最後の巨木が切られた日

−ジャンビの森と違法伐採−

加藤 剛(京都大学農学研究科熱帯林環境学研究室)

 4、5月号のニュースレターでもお知らせしましたが、インドネシアでは現在、各地で違法伐採が行われています。スマトラ島での現状を、京都大学農学研究科の加藤氏に報告していただきます。

 “Tidak lama lagi. Akan ditumbang”

 2000年9月、すべてはこの言葉から始まった。

 これは調査区内の木に記された、盗伐団が私たちに宛てた挑発だった。

 「永くは続かない、切られるぞ」。

 これ以降、私たちはずっと敗北感を味わうこととなった。

 1997年、タイに始まったアジア経済危機は、インドネシアにも波及して大きなダメージを残した。そして1998年、スハルト政権の崩壊によって、政治をも巻き込んだ混沌へと一気に向かっていった。その過程で、社会は混乱し、一部に無秩序な状態が広がっている。また、最近進められている地方分権化も、結局のところ各地にミニ・スハルトが生まれただけで、彼らが利権を獲得するために先を争った結果、開発が一遍に進んだような感もある。

 私たちは1995年以来、スマトラ島のジャンビ州にあるガジャマダ大学演習林で、熱帯林の生態研究を行ってきた。熱帯林の研究といえば、マレーシアのパソーやサラワク州ランビル国立公園に代表されるように、多くの場合天然林で行われてきた。しかしながら、私たちの研究は1980年代に商業伐採が行われた林を対象としている。1980年代といえば、インドネシアでは1970年代から続く木材生産がピークに達し、1985年に丸太材輸出禁止の処置がとられたものの、合板の生産量が世界のトップレベルにまでなった時代である。そのため、スマトラ島やカリマンタン島では、国立公園などを除いて、これまでにほとんどの森で商業伐採が行われた。しかもスマトラ島の低地部では、天然林は全くといっていいほど残っていない。それならば、かつて伐採が入った森をうまく修復して、多様な生態系や森林の機能を保持できないか、あるいはそれらを損なうことなく木材生産を維持するには、どのような管理方法が必要であるかを模索するために研究をはじめた。はじめて入った頃には、アジアゾウ、スマトラトラ、マレーバク、マレーグマといった絶滅を危惧される大型の哺乳動物がいて、このまま管理していけば貴重な森になると期待していた。
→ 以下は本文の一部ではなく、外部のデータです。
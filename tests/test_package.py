"""What is installed: every file that the program reads at work, and the version that it says."""

from __future__ import annotations

import re
import tomllib
from pathlib import Path

from calccheck import __version__

PROJECT = Path(__file__).parents[1]
SETTINGS = tomllib.loads((PROJECT / "pyproject.toml").read_text(encoding="utf-8"))


def test_every_file_beside_the_modules_is_shipped() -> None:
    package = PROJECT / "calccheck"
    beside = {p for p in package.rglob("*") if p.is_file() and p.suffix != ".py" and "__pycache__" not in p.parts}
    patterns = SETTINGS["tool"]["setuptools"]["package-data"]["calccheck"]
    assert beside == {p for pattern in patterns for p in package.glob(pattern)}
    assert {p.suffix for p in beside} >= {".typ", ".css"}


def test_every_folder_of_modules_is_a_package() -> None:
    modules = sorted((PROJECT / "calccheck").rglob("*.py"))
    assert modules and all((p.parent / "__init__.py").is_file() for p in modules)


def test_one_version() -> None:
    assert SETTINGS["project"]["version"] == __version__


def test_the_slow_library_of_algebra_has_one_door() -> None:
    """It is imported by name, which the import contracts do not see."""
    users = {
        p.name
        for p in (PROJECT / "calccheck").rglob("*.py")
        if re.search(r"[\"']sympy|import sympy", p.read_text("utf-8"))
    }
    assert users == {"symbolic.py"}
 調査は万事順調に進んでいるかのように見えた。何かがおかしくなっていると感じ始めたのは、1997年の大規模森林火災がきっかけではなかったかと思う。当時の煙害は惨憺たるものだった。ジャンビ州という地名は知らなくても、当時のニュース等で報じられた煙害の様子は覚えている方も多いと思う。なぜあれほどまでにひどい結果になったかについては、当時もさまざまな情報が流れた。しかし、ジャンビ州ではアブラヤシのプランテーション拡大が大きな原因であったと言わざるを得ない。煙害と同時にプランテーションが大幅に広がったわけだが、その一方で同じ広さの森が消えた。

 その後、各地で違法伐採の情報を耳にするようになった。近くでは、著名なフランス人研究者が昔調査していた、パシルマヤンの森が1998年に伐採されたという話を聞いた。違法伐採の集団は大規模で、何台ものトラックを連ねてやってくる。いつかは私たちの調査区もやられるかもしれないと、危惧するようになった。森林局の警察に協力を求め、定期的な巡回のパトロールを要請した。確かに一時的な効果はあった。しかし、警察や森林局には賄賂が回っており、一度逮捕されてもすぐに釈放されて、再び現場へ戻ってくる。また、経済危機以降、町では仕事がない人間があふれ、代わりはいくらでもいた。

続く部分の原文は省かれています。